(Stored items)
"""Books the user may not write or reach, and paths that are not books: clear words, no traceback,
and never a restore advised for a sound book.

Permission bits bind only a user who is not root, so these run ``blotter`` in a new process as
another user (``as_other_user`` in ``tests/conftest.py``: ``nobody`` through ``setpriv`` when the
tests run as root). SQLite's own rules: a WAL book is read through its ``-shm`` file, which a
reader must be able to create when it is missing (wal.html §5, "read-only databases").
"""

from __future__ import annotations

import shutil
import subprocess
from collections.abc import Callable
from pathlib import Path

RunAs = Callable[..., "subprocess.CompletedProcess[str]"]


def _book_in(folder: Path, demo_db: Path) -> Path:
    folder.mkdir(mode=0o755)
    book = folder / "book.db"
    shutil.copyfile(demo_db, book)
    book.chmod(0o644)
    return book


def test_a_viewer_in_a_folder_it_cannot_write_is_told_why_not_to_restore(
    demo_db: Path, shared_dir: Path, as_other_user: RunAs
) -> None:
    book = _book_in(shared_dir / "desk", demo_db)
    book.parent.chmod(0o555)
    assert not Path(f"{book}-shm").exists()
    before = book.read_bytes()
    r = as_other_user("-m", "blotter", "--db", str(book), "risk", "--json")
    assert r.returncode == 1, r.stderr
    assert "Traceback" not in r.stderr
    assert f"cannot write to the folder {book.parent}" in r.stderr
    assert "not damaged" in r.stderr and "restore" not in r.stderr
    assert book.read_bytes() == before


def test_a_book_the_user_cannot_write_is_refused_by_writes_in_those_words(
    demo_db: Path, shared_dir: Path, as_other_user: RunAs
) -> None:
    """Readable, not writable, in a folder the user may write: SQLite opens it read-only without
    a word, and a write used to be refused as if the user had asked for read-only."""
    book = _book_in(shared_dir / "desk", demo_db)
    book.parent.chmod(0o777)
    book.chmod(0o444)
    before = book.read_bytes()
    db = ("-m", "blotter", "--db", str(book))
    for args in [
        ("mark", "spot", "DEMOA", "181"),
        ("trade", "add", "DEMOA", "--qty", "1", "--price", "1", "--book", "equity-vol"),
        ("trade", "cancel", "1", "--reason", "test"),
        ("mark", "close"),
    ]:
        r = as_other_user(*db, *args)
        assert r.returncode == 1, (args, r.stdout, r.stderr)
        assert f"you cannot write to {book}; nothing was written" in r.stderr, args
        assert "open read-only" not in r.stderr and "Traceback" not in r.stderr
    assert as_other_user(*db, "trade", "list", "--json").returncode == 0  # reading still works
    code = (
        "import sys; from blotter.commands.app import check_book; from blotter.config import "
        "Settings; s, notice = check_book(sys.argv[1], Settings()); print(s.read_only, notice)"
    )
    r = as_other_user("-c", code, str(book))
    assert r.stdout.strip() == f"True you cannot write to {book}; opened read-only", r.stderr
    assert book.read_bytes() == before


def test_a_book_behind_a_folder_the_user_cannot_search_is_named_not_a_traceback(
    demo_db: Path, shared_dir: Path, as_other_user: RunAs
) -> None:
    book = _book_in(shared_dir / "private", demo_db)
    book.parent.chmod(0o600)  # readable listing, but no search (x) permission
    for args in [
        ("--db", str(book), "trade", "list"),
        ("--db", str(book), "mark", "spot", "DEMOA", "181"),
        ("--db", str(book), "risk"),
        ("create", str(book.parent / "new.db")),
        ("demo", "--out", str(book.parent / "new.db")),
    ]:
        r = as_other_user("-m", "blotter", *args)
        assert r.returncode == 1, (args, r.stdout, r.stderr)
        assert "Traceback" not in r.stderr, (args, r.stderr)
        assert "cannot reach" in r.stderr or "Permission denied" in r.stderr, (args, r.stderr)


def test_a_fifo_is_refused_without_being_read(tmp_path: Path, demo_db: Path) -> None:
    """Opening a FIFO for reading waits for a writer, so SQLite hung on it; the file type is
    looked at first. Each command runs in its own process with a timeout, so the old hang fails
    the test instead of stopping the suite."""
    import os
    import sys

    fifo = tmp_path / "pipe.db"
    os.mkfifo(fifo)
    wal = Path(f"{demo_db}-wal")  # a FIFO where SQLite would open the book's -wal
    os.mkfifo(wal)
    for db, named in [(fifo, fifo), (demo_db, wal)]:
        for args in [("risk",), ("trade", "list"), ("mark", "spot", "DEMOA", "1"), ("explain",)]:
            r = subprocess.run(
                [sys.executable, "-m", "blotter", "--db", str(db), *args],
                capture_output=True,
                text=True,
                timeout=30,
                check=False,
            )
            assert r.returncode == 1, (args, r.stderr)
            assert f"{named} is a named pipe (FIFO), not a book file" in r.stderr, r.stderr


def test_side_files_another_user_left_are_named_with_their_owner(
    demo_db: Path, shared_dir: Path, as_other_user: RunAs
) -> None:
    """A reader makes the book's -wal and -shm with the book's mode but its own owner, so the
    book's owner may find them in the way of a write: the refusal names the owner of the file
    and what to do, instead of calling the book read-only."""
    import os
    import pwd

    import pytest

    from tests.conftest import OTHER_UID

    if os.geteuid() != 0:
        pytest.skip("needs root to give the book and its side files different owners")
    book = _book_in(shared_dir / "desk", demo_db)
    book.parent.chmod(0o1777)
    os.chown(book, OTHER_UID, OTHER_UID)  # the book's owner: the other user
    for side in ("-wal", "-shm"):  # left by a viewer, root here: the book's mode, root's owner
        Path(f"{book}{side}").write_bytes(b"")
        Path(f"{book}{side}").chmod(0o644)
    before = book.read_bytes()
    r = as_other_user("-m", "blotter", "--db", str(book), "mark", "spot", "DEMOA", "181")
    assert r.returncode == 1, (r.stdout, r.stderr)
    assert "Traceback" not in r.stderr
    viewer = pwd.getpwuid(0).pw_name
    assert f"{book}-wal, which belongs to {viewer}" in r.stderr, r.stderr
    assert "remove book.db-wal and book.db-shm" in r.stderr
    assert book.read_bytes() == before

◆ PROBLEM
Starting with the first line of the records above, give back each line exactly until the line with "return book" has been given as well.

◆ ANSWER FOR THE TASK
"""Books the user may not write or reach, and paths that are not books: clear words, no traceback,
and never a restore advised for a sound book.

Permission bits bind only a user who is not root, so these run ``blotter`` in a new process as
another user (``as_other_user`` in ``tests/conftest.py``: ``nobody`` through ``setpriv`` when the
tests run as root). SQLite's own rules: a WAL book is read through its ``-shm`` file, which a
reader must be able to create when it is missing (wal.html §5, "read-only databases").
"""

from __future__ import annotations

import shutil
import subprocess
from collections.abc import Callable
from pathlib import Path

RunAs = Callable[..., "subprocess.CompletedProcess[str]"]


def _book_in(folder: Path, demo_db: Path) -> Path:
    folder.mkdir(mode=0o755)
    book = folder / "book.db"
    shutil.copyfile(demo_db, book)
    book.chmod(0o644)
    return book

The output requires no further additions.